First there is something called the negativity bias. According to Paul Rozin and Edward Royzman we give greater weight to the negative than we do to the positive. We have better recall for the negative and the negative impacts us more than does the positive. Your boss tells you how well you did on the report you just presented, he was impressed with the content and found it very helpful. He asks, however, for the next time, that you summarize the findings better. What stays with you? The two compliments or the correction about the findings? For most people it is the correction. We give greater weight to the negative or what we perceive as negative than we do to the positive, the negative just calls to us and sticks.

Why is this the case? According to Evolutionary Psychology this is the case because focusing on the negative served a purpose. Primitive man would have not survived if he didn’t focus on the negative. The positive offers no survival information, the negative does. You ignore the positive, nothing happens. You ignore the negative, potentially you don’t live another day.

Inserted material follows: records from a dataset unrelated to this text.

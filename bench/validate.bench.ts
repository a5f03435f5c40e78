/**
 * Validation speed on a large observation: a seeded 64-antenna, 500-scan, 4-window summary; its default recipe is
 * validated many times and the summary's JSON text is parsed in the same run for comparison.
 * Target (brief): median validate < 2 ms and ≤ 3× the JSON.parse median. Prints figures; asserts nothing.
 * Run: npx tsx bench/validate.bench.ts   (npm run bench:validate)
 */
import { createDefaultRecipe } from '../src/lib/calibration/defaults';
import type { ObservationSummary } from '../src/lib/calibration/observation-schema';
import { validate } from '../src/lib/calibration/validate';
import { measureMedianMs } from './measure';

function createRandom(seed: number): () => number {
	let s = seed >>> 0;
	return () => {
		s = (Math.imul(s, 1664525) + 1013904223) >>> 0;
		return s / 4294967296;
	};
}

function createLargeObservation(seed: number): ObservationSummary {
	const random = createRandom(seed);
	const fields: ObservationSummary['fields'] = [
		{ id: 0, name: '3C286', ra_deg: 202.7845338, dec_deg: 30.5091553, intents: ['flux_calibrator', 'bandpass_calibrator', 'delay_calibrator'] },
		...Array.from({ length: 6 }, (_, i) => ({ id: 1 + i, name: `BENCH-GCAL-${i}`, ra_deg: 190 + 5 * i, dec_deg: 20 + random() * 10, intents: ['gain_calibrator' as const] })),
		...Array.from({ length: 24 }, (_, i) => ({ id: 7 + i, name: `BENCH-TARGET-${i}`, ra_deg: 190 + 1.25 * i, dec_deg: 20 + random() * 10, intents: ['target' as const] }))
	];
	const epoch = Date.UTC(2026, 0, 1);
	const scans: ObservationSummary['scans'] = [];
	let t = 0;
	for (let i = 0; i < 500; i++) {
		const fieldId = i === 0 || i === 499 ? 0 : i % 2 === 1 ? 1 + (Math.floor(i / 8) % 6) : 7 + (Math.floor(i / 2) % 24);
		const len = fieldId === 0 ? 600 : fieldId < 7 ? 120 : 480;
		scans.push({
			id: i + 1,
			field_id: fieldId,
			start_utc: new Date(epoch + t * 1000).toISOString(),
			end_utc: new Date(epoch + (t + len) * 1000).toISOString(),
			spw_ids: [0, 1, 2, 3]
		});
		t += len + 20;
	}
	return {
		format: 'phasewright.observation',
		format_version: 1,
		name: 'bench',
		array: {
			name: 'Bench Array',
			antennas: Array.from({ length: 64 }, (_, i) => ({ name: `B${i}`, east_m: (random() - 0.5) * 8000, north_m: (random() - 0.5) * 8000, up_m: 0, diameter_m: 13.5 })),
			sefd_jy: 420,
			correlator_efficiency: 0.95
		},
		integration_s: 8,
		correlations: ['XX', 'YY'],
		spectral_windows: Array.from({ length: 4 }, (_, i) => ({ id: i, n_chan: 1024, first_freq_hz: 1.0e9 + i * 0.5e9, chan_width_hz: 488281.25 })),
		fields,
		scans,
		flagged_antennas: ['B7', 'B40']
	};
}


const observation = createLargeObservation(7);
const text = JSON.stringify(observation);
const recipe = createDefaultRecipe(observation);
let sink = 0;
const validateMs = measureMedianMs(() => {
	sink += validate(recipe, observation).length;
}, 500);
const parseMs = measureMedianMs(() => {
	sink += (JSON.parse(text) as ObservationSummary).scans.length;
}, 500);
const findings = validate(recipe, observation);
console.log(JSON.stringify({
	antennas: observation.array.antennas.length,
	scans: observation.scans.length,
	spectral_windows: observation.spectral_windows.length,
	summary_bytes: text.length,
	findings: findings.length,
	errors: findings.filter((f) => f.severity === 'error').length,
	validate_median_ms: Number(validateMs.toFixed(4)),
	json_parse_median_ms: Number(parseMs.toFixed(4)),
	ratio_validate_to_parse: Number((validateMs / parseMs).toFixed(2)),
	target: 'validate < 2 ms and ratio <= 3',
	checksum: sink % 1000
}, null, 2));
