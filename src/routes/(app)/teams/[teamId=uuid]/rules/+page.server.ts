import { error, fail } from '@sveltejs/kit';
import type { Actions, PageServerLoad } from './$types';
import { getDb } from '$lib/server/db/client';
import { getRulePolicy, getTeam } from '$lib/server/db/queries/teams';
import { actorOf, requireCan } from '$lib/server/guards';
import { updateRulePolicy } from '$lib/server/services/rule-policy';
import { RULES } from '$lib/calibration/validate';
import { can } from '$lib/workflow/permissions';

export type RulesPageData = {
	team: { id: string; name: string };
	rules: { code: string; severity: string; source: string; why: string; locked: boolean; override: string | null }[];
	canEdit: boolean;
};

export const load: PageServerLoad = async (event): Promise<RulesPageData> => {
	const subject = { teamId: event.params.teamId };
	const user = requireCan(event, 'team.view', subject);
	const team = await getTeam(getDb(), event.params.teamId);
	if (!team) error(404, { message: 'This team does not exist.', code: 'not_found' });
	const policy = (await getRulePolicy(getDb(), team.id)) ?? { overrides: {} };
	return {
		team: { id: team.id, name: team.name },
		rules: RULES.map((r) => ({ code: r.code, severity: r.severity, source: r.source, why: r.why, locked: r.locked === true, override: policy.overrides[r.code] ?? null })),
		canEdit: can(actorOf(user), 'team.set_policy', subject)
	};
};

export const actions: Actions = {
	savePolicy: async (event) => {
		requireCan(event, 'team.set_policy', { teamId: event.params.teamId });
		const form = await event.request.formData();
		const overrides: Record<string, string> = {};
		for (const [key, value] of form.entries()) {
			if (key.startsWith('rule:') && typeof value === 'string' && value !== 'default') overrides[key.slice(5)] = value;
		}
		const r = await updateRulePolicy(getDb(), event.params.teamId, { overrides });
		if (!r.ok) return fail(400, { message: `${r.error.message} ${(r.error.issues ?? []).map((i) => i.message).join('; ')}` });
		const n = Object.keys(r.value.overrides).length;
		return { done: n === 0 ? 'Every rule uses its default severity.' : `Saved: ${n} rule${n === 1 ? '' : 's'} changed from the default for this team.` };
	}
};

Hence our focus on the negative.

Having said all of the above, we know that our attention is like a spotlight, we can choose to place it anywhere we want. It’s not easy, but it can be done. We can actively drag our attention to wherever we want to put it. We can do this in many ways. We can practice mindfulness. We can practice gratitude. We can change our questions. Or we can simply make a conscious effort to hunt the good stuff. Whichever method you choose attending to the good in our lives offers a slew of benefits.